South Wales Men's League
- Founded: 2003
- Country: Wales
- Number of clubs: 8
- Level on pyramid: 6
- Domestic cup: Challenge Cup
- Current champions: Aberavon Fighting Irish
- Most championships: Bridgend Blue Bulls (10)
- Website: www.wrl.wales
- Current: 2024

= South Wales Men's League =

Rugby league for amateur clubs

The South Wales Men's League is a summer rugby league competition for amateur teams in South Wales. The competition was formed in 2003 as the RLC Welsh Premier. Following the 2012 restructure of amateur rugby league in Great Britain, it was renamed the South Wales Premiership.

==History==

The Rugby League Conference (RLC) was founded in 1997 as the Southern Conference, a 10-team pilot league for teams in the South of England and English Midlands.

The RLC first expanded into Wales in 2001 when Cardiff Demons joined the South West division.

In 2003, the RLC expanded with the creation of the Welsh Premier division. This division had 6 teams in the inaugural season and was the first all-Welsh rugby league division.

The Welsh Premier division was split into two divisions, East Wales and West Wales, in 2006, though this split was reversed for the following season.

The Welsh Conference Junior League began in 2009.

In 2010, due to the growth of the sport, a Championship division was formed which would function at one tier lower than the present Premier division. This Championship division featured teams from South Wales.

The RLC Welsh Championship division was restructured after four West Wales clubs failed to fulfil their fixtures. Amman Valley Rhinos, Dinefwr Sharks, Swansea/Llanelli Dragons and West Wales Wild Boars were omitted and replaced with newly formed Dyffryn Devils.

In 2012 the league became the South Wales Premiership, with the lower Championship division being abolished. 2012 also saw the creation of the North Wales Conference. This was part of large restructure of the RLC as the Conference League South (CLS) was created.

In 2017, the competition was renamed as the South Wales Premier League, and saw three Conference League South teams return to the competition with the CLS not running that year.

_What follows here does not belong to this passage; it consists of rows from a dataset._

export function buildInputSchema(system: UnitSystem) {
  return z
    .strictObject({
      formatVersion: z.literal(INPUT_FORMAT_VERSION, { error: `expected formatVersion: ${INPUT_FORMAT_VERSION} (the only input format so far)` }),
      units: z.enum(['us', 'si'], { error: "expected 'us' (ft, in, kip, lb, psf, ksi, pcf) or 'si' (m, mm, kN, N, kPa, MPa, kg/m3)" }),
      project: z.strictObject({
        name: text('Project name'),
        structureId: id('Structure id, printed on every page'),
        location: text('Location (road, crossing, station)').optional(),
        owner: text('Owner or client').optional(),
        revisions: z.array(z.strictObject({
          id: id('Revision id, e.g. A or 0'),
          date: isoDate('Revision date, yyyy-mm-dd'),
          description: text('What changed'),
          by: text('Who made the revision (initials or name), printed in the revision history').optional(),
          issued: z.strictObject({
            engineer: text('Engineer of record who issues this revision, as on the seal'),
            licence: text('Licence or registration number of the engineer of record'),
            jurisdiction: text('Where the licence is held (state, province or country)').optional(),
          }).meta({ description: 'Marks the revision issued for submittal. When the newest revision (the last listed) is issued, the package drops its DRAFT marks, fills the sign-off block and records the input hash of this revision beside the input file (<input name>.issued.json); building the same issued revision again from a changed input is refused. Earlier revisions keep their mark as history' }).optional(),
        })).max(MAX_REVISIONS, listLimit(MAX_REVISIONS, 'revisions', 'a package is issued a few times')).optional(),
        preparedBy: text('Prepared by').optional(),
        checkedBy: text('Checked by').optional(),
        engineerOfRecord: text('Engineer of record').optional(),
        date: isoDate('Date of the package, yyyy-mm-dd. Default: SOURCE_DATE_EPOCH, else the newest revision date').optional(),
      }),
      structure: z.strictObject({
        kind: z.enum(STRUCTURE_KIND_VALUES).meta({ description: 'cantilever-sign | luminaire-pole | signal-support. Sets the defaults of the pole-top deflection limit, of which fatigue loads apply (galloping and truck gust for signs and signals) and of the fatigue importance factors; the default combinations are the same for every kind' }),
        description: text('One line describing the structure').optional(),
        material: z
          .strictObject({
            E: quantity('stress', system, 'positive', `Modulus of elasticity. ${defaultNote('materialE')}`).optional(),
            G: quantity('stress', system, 'positive', `Shear modulus (or give poissonRatio). ${defaultNote('materialG')}`).optional(),
            poissonRatio: factor('Poisson ratio; G = E / (2 (1 + poissonRatio))', 0, 0.5, 'the Poisson ratio of a metal is above 0 and at most 0.5 (steel 0.3, aluminium 0.33)', false).optional(),
            yieldStrength: quantity('stress', system, 'positive', `Minimum yield strength (or give grade). ${defaultNote('materialFy')}`).optional(),
            grade: z.enum(TUBE_STEEL_GRADES as [string, ...string[]]).meta({ description: `Steel grade of the tubes, which sets the minimum yield strength: ${TUBE_STEEL_GRADES.join(', ')} (give the grade or yieldStrength, not both)` }).optional(),
            density: quantity('density', system, 'positive', `Density. ${defaultNote('materialDensity')}`).optional(),
          })
          .optional(),
        pole: z.strictObject({
          height: quantity('length', system, 'positive', 'Pole height above the base plate'),
          section: sectionSchema(system),
          ...memberWindKeys(system),
          base: z
            .strictObject({
              fixity: z.enum(['fixed', 'rotational-spring']).meta({ description: `fixed | rotational-spring. ${defaultNote('baseFixity')}` }),
              rotationalStiffness: quantity('rotStiffness', system, 'positive', 'Rotational stiffness of the base about both horizontal axes, for rotational-spring (or give rotationalStiffnessX and rotationalStiffnessY)').optional(),
              rotationalStiffnessX: quantity('rotStiffness', system, 'positive', 'Rotational stiffness of the base about the global X axis, for rotational-spring').optional(),
              rotationalStiffnessY: quantity('rotStiffness', system, 'positive', 'Rotational stiffness of the base about the global Y axis, for rotational-spring').optional(),
              torsionalStiffness: quantity('rotStiffness', system, 'positive', 'Stiffness of the base in torsion about the pole axis, for rotational-spring. Without it the base is fixed in torsion').optional(),
            })
            .optional(),
        }),
        arms: z.array(armSchema(system)).max(MAX_ARMS, listLimit(MAX_ARMS, 'arms', 'a support has one to four')).optional(),
      }),
      attachments: z
        .strictObject({
          panels: z.array(panelSchema(system)).max(MAX_PANELS, listLimit(MAX_PANELS, 'sign panels', 'a support carries a few')).optional(),
          points: z.array(pointSchema(system)).max(MAX_POINTS, listLimit(MAX_POINTS, 'point attachments', 'a support carries a few dozen at most')).optional(),
        })
        .optional(),
      loads: z.strictObject({
        wind: windSchema(system),
        ice: iceSchema(system).optional(),
        fatigue: fatigueSchema(system).optional(),
      }),
      combinations: z
        .union([z.literal('default'), z.array(combinationSchema()).min(1, { error: 'give at least one combination, or write default' }).max(MAX_COMBINATIONS, listLimit(MAX_COMBINATIONS, 'combinations', 'a code set has a dozen or two'))])
        .optional()
        .meta({ description: "'default' (the default set, labelled in the package) or a list of combinations with their factors" }),
      criteria: criteriaSchema(system).optional(),
      analysis: analysisSchema(system).optional(),
      compare: compareSchema().optional(),
    })
    .meta({ title: 'polebook input', description: 'Input file of polebook: one pole with its arms, attachments, loads and criteria' });
}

From 2023, the winners of the competition will play the winners of the North Wales Conference for a place in the Challenge Cup. Due to logistical issues 2023 Champions (in their debut season), South Wales Jets were allocated the Welsh League place in the Challenge Cup.

Source:

For the 2024 season, JES Group was announced as the competition's principal sponsor.

==Position in Pyramid==

- 1: Super League
- 2: Championship
- 3–5: National Community Rugby League
- 6: South Wales Men's League

==Teams==
Eight teams will contest the 2024 season:
- Aberavon Fighting Irish
- Bridgend Blue Bulls
- Cynon Valley Cavaliers
- Rhondda Outlaws
- South Wales Jets
- South Wales Saints
- Swansea Rams
- Torfaen Tigers

==Format==
The competition is played as a single round robin with one loop fixture, the top four teams qualify for the playoffs.

==Winners==

Source:

- RLC Welsh Premier era
- 2003: Bridgend Blue Bulls
- 2004: Bridgend Blue Bulls
- 2005: Bridgend Blue Bulls
- 2006: Bridgend Blue Bulls
- 2007: Bridgend Blue Bulls
- 2008: Valley Cougars
- 2009: Blackwood Bulldogs
- 2010: Valley Cougars
- 2011: Bridgend Blue Bulls
- South Wales Premiership era
- 2012: Bonymaen Broncos
- 2013: Torfaen Tigers
- 2014: Bridgend Blue Bulls
- 2015: Bridgend Blue Bulls
- 2016: Bridgend Blue Bulls
- 2017: Valley Cougars
- 2018: Valley Cougars
- 2019: Rhondda Outlaws
- 2020: Cancelled due to the COVID-19 pandemic
- 2021: Bridgend Blue Bulls
- 2022: Rhondda Outlaws
- 2023: South Wales Jets
- 2024: Aberavon Fighting Irish

===Shield/Plate winners===

The South Wales Premiership has, on occasion, held a shield/plate competition for clubs who failed to reach the playoffs:

- 2004: Cardiff Demons
- 2005: Newport Titans
- 2009: Newport Titans
- 2010: NPT Steelers
- 2011: Bonymaen Broncos
- 2014: Valley Cougars

===Second Tier===
During the RLC era, a second tier competition was held for a brief period called the "RLC Wales Regional". Winner were:
- 2010: Neath Port Talbot Steelers
- 2011: Bonymaen Broncos

==Junior league==
The South Wales Premiership also operates at under-17, under-15, and under-13 age groups.